• Input:
===============
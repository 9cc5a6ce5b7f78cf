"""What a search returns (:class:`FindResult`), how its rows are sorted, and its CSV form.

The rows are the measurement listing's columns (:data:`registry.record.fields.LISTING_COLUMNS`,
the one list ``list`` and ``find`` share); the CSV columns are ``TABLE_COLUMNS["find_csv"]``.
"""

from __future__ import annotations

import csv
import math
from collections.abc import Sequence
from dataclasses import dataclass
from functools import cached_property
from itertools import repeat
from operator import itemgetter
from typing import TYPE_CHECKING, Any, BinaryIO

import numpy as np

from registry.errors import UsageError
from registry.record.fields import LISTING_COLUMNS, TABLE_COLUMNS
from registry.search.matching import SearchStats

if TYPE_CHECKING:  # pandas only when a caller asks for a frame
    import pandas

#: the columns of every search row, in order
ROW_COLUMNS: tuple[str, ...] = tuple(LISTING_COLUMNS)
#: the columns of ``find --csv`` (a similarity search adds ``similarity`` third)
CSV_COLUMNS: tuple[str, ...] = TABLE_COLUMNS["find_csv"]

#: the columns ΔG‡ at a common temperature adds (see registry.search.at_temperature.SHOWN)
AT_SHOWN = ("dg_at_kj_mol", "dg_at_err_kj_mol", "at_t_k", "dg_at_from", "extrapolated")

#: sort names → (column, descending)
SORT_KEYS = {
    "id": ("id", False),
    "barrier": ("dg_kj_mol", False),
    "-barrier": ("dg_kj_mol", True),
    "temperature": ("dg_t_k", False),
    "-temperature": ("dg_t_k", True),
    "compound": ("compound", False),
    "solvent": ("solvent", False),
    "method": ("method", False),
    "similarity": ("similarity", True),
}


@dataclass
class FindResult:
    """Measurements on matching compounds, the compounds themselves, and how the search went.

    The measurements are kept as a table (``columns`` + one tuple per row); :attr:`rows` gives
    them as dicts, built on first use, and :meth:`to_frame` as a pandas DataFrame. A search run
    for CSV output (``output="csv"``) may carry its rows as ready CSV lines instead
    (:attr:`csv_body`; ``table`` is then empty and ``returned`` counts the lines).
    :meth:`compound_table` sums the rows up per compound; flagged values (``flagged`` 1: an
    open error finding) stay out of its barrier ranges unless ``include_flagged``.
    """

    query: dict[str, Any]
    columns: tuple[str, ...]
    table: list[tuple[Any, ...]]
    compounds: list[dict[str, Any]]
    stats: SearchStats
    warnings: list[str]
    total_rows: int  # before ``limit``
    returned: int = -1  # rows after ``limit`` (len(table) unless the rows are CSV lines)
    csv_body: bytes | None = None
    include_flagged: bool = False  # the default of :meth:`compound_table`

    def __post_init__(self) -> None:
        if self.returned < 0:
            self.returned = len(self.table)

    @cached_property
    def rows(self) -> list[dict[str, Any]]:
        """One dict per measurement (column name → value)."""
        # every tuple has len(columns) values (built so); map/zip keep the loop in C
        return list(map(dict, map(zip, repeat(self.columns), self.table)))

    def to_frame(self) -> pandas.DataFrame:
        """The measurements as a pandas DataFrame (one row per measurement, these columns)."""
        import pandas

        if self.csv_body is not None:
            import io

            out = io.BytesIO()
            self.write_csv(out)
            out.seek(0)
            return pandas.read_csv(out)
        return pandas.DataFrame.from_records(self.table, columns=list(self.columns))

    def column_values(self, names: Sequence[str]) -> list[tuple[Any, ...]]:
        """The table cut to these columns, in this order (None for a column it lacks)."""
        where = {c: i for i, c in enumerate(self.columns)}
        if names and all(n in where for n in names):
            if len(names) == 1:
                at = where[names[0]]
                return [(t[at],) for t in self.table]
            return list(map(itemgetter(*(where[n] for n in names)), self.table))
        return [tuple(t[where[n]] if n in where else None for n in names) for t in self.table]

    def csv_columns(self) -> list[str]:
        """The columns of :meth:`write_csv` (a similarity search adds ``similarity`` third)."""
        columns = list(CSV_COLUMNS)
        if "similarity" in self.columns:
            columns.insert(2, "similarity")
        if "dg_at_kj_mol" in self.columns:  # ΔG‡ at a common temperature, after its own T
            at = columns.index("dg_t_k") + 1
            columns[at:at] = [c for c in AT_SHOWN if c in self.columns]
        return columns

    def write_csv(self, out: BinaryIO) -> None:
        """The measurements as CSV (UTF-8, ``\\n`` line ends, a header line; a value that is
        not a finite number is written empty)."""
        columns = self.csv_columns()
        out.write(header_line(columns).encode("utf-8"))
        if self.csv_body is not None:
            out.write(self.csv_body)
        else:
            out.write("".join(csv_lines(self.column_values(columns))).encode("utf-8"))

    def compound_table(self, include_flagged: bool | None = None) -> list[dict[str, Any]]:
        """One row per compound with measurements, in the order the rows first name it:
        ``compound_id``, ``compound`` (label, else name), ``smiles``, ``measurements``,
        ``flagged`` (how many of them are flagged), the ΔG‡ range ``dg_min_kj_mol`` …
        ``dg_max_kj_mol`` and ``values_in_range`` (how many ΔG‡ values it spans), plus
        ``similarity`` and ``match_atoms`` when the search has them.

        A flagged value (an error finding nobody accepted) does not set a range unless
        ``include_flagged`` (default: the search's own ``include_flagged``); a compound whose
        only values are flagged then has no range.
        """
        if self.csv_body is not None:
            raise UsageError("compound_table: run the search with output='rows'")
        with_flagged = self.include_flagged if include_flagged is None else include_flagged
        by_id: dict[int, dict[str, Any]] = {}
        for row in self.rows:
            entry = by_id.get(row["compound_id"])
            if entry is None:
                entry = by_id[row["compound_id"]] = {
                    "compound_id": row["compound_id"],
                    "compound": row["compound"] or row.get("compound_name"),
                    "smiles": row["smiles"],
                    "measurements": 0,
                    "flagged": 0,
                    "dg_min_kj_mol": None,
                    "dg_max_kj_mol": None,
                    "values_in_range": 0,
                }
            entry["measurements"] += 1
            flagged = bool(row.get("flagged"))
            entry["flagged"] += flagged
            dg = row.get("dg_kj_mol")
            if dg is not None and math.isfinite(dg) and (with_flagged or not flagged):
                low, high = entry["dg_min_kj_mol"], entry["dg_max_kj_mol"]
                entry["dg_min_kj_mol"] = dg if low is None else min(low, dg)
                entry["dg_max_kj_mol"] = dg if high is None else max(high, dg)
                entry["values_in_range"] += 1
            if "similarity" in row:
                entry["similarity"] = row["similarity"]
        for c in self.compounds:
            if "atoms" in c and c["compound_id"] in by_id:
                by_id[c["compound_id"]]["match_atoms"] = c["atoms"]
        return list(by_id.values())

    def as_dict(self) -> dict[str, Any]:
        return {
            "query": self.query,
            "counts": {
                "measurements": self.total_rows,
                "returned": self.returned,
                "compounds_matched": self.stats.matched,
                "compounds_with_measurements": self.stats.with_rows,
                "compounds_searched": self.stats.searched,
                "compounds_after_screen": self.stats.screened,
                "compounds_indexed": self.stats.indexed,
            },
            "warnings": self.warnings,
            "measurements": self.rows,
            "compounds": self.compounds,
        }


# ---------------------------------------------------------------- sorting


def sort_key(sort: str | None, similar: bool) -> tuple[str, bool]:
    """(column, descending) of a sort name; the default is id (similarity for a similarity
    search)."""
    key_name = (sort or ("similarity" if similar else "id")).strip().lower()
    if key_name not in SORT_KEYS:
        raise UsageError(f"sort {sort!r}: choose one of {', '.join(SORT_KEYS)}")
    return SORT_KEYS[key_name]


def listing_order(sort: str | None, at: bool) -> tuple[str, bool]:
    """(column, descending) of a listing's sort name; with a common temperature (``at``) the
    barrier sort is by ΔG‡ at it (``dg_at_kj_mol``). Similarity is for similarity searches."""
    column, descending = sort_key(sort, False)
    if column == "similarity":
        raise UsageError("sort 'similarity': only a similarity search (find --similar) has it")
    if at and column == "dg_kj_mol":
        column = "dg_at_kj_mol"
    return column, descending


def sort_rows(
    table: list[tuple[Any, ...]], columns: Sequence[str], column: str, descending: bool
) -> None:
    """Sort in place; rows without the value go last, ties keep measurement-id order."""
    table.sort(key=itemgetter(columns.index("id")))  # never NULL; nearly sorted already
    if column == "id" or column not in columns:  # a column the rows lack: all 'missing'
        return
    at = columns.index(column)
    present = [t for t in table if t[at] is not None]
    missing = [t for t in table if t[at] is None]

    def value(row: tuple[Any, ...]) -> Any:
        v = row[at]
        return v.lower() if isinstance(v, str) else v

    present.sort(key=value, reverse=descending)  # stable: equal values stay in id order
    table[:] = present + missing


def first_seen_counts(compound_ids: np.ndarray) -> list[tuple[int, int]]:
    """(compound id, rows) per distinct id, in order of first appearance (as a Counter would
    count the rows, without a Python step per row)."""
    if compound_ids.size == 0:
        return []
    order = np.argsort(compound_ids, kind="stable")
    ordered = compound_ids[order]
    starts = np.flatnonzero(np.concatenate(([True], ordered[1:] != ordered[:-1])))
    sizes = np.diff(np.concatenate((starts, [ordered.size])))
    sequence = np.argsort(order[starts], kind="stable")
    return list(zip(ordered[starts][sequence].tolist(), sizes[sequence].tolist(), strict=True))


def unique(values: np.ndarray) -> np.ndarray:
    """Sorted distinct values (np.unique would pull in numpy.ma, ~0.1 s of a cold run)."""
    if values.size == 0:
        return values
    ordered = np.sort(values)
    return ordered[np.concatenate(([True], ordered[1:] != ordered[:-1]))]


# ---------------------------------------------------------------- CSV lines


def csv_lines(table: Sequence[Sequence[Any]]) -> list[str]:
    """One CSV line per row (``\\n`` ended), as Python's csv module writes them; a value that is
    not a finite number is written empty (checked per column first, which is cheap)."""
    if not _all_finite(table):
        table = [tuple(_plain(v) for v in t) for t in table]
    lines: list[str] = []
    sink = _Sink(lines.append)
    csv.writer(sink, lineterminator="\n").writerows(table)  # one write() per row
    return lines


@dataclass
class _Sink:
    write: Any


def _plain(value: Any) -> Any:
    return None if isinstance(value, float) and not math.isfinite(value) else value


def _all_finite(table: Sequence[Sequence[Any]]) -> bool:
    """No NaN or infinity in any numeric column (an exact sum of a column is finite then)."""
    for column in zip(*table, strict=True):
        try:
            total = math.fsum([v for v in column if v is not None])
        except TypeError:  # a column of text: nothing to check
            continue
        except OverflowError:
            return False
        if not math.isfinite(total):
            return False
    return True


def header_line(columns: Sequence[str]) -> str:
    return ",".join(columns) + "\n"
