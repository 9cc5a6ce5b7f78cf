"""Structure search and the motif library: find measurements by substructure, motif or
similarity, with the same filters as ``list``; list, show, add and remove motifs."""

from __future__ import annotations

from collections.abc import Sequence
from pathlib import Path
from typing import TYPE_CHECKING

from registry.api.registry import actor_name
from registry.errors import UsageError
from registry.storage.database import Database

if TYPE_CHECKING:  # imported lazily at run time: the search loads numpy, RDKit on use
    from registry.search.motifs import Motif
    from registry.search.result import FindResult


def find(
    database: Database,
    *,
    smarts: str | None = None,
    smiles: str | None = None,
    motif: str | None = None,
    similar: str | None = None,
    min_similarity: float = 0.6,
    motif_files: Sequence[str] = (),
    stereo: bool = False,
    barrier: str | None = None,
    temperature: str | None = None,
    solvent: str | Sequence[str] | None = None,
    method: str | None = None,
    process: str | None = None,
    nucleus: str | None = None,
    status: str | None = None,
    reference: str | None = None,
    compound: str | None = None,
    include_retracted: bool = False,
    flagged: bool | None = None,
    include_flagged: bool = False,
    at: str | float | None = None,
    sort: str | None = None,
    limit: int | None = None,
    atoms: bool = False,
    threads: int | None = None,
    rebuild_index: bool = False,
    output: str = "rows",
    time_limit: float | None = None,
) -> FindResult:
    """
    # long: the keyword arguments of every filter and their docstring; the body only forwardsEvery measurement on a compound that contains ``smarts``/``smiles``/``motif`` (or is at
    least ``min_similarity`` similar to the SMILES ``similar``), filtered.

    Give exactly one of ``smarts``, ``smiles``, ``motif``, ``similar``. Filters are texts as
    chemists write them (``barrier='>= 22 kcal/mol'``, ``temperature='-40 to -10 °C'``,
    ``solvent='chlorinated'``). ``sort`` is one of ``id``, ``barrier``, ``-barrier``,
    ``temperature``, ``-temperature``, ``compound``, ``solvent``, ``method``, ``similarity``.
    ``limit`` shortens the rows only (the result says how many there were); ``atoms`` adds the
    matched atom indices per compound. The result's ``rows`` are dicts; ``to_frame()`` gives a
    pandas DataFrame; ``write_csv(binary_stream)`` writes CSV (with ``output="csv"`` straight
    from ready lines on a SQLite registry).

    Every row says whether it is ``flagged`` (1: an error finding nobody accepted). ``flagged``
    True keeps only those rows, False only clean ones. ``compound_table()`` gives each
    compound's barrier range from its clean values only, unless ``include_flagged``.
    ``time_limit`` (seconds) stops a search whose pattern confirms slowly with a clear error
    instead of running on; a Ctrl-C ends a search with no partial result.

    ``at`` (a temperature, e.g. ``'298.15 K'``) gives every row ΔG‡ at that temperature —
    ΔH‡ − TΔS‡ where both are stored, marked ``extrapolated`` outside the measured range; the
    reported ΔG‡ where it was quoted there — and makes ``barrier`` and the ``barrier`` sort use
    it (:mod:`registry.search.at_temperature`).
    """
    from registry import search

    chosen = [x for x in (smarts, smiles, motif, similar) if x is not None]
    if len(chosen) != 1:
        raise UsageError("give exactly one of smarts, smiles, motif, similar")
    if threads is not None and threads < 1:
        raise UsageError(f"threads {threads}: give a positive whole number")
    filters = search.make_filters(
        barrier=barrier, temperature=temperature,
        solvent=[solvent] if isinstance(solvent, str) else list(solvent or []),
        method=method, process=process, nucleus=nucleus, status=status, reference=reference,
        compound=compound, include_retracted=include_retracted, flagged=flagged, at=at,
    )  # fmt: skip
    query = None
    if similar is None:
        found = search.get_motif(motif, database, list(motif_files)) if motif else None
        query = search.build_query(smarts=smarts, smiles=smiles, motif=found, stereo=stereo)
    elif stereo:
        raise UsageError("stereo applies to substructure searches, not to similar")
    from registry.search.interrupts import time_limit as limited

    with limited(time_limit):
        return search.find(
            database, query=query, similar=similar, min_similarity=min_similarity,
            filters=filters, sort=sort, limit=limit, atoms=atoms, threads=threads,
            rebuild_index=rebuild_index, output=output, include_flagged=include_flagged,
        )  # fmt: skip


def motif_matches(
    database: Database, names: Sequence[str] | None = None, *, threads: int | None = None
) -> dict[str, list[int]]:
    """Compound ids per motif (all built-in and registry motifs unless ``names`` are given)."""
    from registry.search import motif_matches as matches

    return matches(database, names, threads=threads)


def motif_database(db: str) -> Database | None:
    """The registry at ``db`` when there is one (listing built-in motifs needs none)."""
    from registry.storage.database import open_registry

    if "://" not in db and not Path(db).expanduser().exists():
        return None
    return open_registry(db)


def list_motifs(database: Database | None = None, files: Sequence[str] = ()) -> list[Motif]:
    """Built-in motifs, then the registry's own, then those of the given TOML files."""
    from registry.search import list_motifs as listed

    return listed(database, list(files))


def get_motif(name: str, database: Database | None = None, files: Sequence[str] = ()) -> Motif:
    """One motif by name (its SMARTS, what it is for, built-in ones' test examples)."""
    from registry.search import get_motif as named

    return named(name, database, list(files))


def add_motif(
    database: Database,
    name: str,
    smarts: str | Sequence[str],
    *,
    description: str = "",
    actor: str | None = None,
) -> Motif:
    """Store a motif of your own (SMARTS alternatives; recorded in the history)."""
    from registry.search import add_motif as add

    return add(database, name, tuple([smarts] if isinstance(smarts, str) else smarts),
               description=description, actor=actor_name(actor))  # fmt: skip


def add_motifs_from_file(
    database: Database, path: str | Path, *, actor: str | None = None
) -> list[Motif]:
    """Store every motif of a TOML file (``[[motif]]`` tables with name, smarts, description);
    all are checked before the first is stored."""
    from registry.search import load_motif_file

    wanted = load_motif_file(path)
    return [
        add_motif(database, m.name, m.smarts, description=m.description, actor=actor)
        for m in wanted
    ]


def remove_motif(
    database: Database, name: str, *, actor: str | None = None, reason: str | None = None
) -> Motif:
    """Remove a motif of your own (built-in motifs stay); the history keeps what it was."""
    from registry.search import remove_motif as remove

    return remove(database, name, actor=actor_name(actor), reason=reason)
===============
• About this exercise:
When the word "checked" turns up on a line of the material above, copy that line.

• Response area:
    not a finite number is written empty (checked per column first, which is cheap)."""
    all are checked before the first is stored."""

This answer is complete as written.